**DATA PROVIDED:**
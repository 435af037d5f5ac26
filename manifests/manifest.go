// Package manifests holds the manifest, the one file that says everything a run
// depends on: the sources and how to read them, the limits, the pairing, the
// pressure, the methods. The compilations that ship lie beside it, a folder each.
package manifests

import (
	"math"

	"github.com/pelletier/go-toml/v2"

	"tieline/thermo/chem"
)

// FileName is what a manifest is called in its folder.
const FileName = "compilation.toml"

// Manifest is one compilation and how it is to be worked out. This struct is
// the only declaration of the format: the TOML keys, the canonical JSON and
// compilation.schema.json derive from its fields, tags and comments.
type Manifest struct {
	// What the compilation is and who made it.
	Compilation Compilation `toml:"compilation" json:"compilation" jsonschema:"required"`
	// The data files, in the order their rows are written.
	Sources []Source `toml:"source" json:"source" jsonschema:"required,minItems=1"`
	// How the formula columns of the analyses table are made.
	Normalisation Normalisation `toml:"normalisation" json:"normalisation"`
	// The limits inside which an analysis, a pair or a temperature is kept or flagged.
	QC QC `toml:"qc" json:"qc"`
	// How analyses become pairs.
	Pairing Pairing `toml:"pairing" json:"pairing"`
	// How exsolved feldspars are put together again.
	Reintegration Reintegration `toml:"reintegration" json:"reintegration"`
	// What pressure to take where a row states none.
	Pressure Pressure `toml:"pressure" json:"pressure"`
	// Which calibrations are worked out.
	Methods Methods `toml:"methods" json:"methods"`
	// The errors of the analyses where a source states none.
	Uncertainty Uncertainty `toml:"uncertainty" json:"uncertainty"`
	// Over what the discrepancies are grouped besides everything together.
	Groups Groups `toml:"groups" json:"groups"`

	at positions
}

// Compilation says what the compilation is.
type Compilation struct {
	// Short name in lower case letters, digits and hyphens; names the default result folder.
	ID string `toml:"id" json:"id" jsonschema:"required,pattern=^[a-z0-9][a-z0-9-]*$,maxLength=64"`
	// Title in one line.
	Title string `toml:"title" json:"title" jsonschema:"required,minLength=1"`
	// The people who compiled it.
	Contributors []string `toml:"contributors" json:"contributors,omitempty"`
	// Licence of the compiled files, an SPDX identifier or words.
	Licence string `toml:"licence" json:"licence,omitempty"`
	// The day it was compiled, a date without a time.
	Date *toml.LocalDate `toml:"date" json:"date,omitempty"`
}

**WHAT YOU SHOULD DO:** The records above, in their entirety, need to be set down again exactly.

**ANSWER TO THIS TASK:**
repository 435af037d5f5ac26
filename manifests/manifest.go
// Package manifests holds the manifest, the one file that says everything a run
// depends on: the sources and how to read them, the limits, the pairing, the
// pressure, the methods. The compilations that ship lie beside it, a folder each.
package manifests

import (
	"math"

	"github.com/pelletier/go-toml/v2"

	"tieline/thermo/chem"
)

// FileName is what a manifest is called in its folder.
const FileName = "compilation.toml"

// Manifest is one compilation and how it is to be worked out. This struct is
// the only declaration of the format: the TOML keys, the canonical JSON and
// compilation.schema.json derive from its fields, tags and comments.
type Manifest struct {
	// What the compilation is and who made it.
	Compilation Compilation `toml:"compilation" json:"compilation" jsonschema:"required"`
	// The data files, in the order their rows are written.
	Sources []Source `toml:"source" json:"source" jsonschema:"required,minItems=1"`
	// How the formula columns of the analyses table are made.
	Normalisation Normalisation `toml:"normalisation" json:"normalisation"`
	// The limits inside which an analysis, a pair or a temperature is kept or flagged.
	QC QC `toml:"qc" json:"qc"`
	// How analyses become pairs.
	Pairing Pairing `toml:"pairing" json:"pairing"`
	// How exsolved feldspars are put together again.
	Reintegration Reintegration `toml:"reintegration" json:"reintegration"`
	// What pressure to take where a row states none.
	Pressure Pressure `toml:"pressure" json:"pressure"`
	// Which calibrations are worked out.
	Methods Methods `toml:"methods" json:"methods"`
	// The errors of the analyses where a source states none.
	Uncertainty Uncertainty `toml:"uncertainty" json:"uncertainty"`
	// Over what the discrepancies are grouped besides everything together.
	Groups Groups `toml:"groups" json:"groups"`

	at positions
}

// Compilation says what the compilation is.
type Compilation struct {
	// Short name in lower case letters, digits and hyphens; names the default result folder.
	ID string `toml:"id" json:"id" jsonschema:"required,pattern=^[a-z0-9][a-z0-9-]*$,maxLength=64"`
	// Title in one line.
	Title string `toml:"title" json:"title" jsonschema:"required,minLength=1"`
	// The people who compiled it.
	Contributors []string `toml:"contributors" json:"contributors,omitempty"`
	// Licence of the compiled files, an SPDX identifier or words.
	Licence string `toml:"licence" json:"licence,omitempty"`
	// The day it was compiled, a date without a time.
	Date *toml.LocalDate `toml:"date" json:"date,omitempty"`
}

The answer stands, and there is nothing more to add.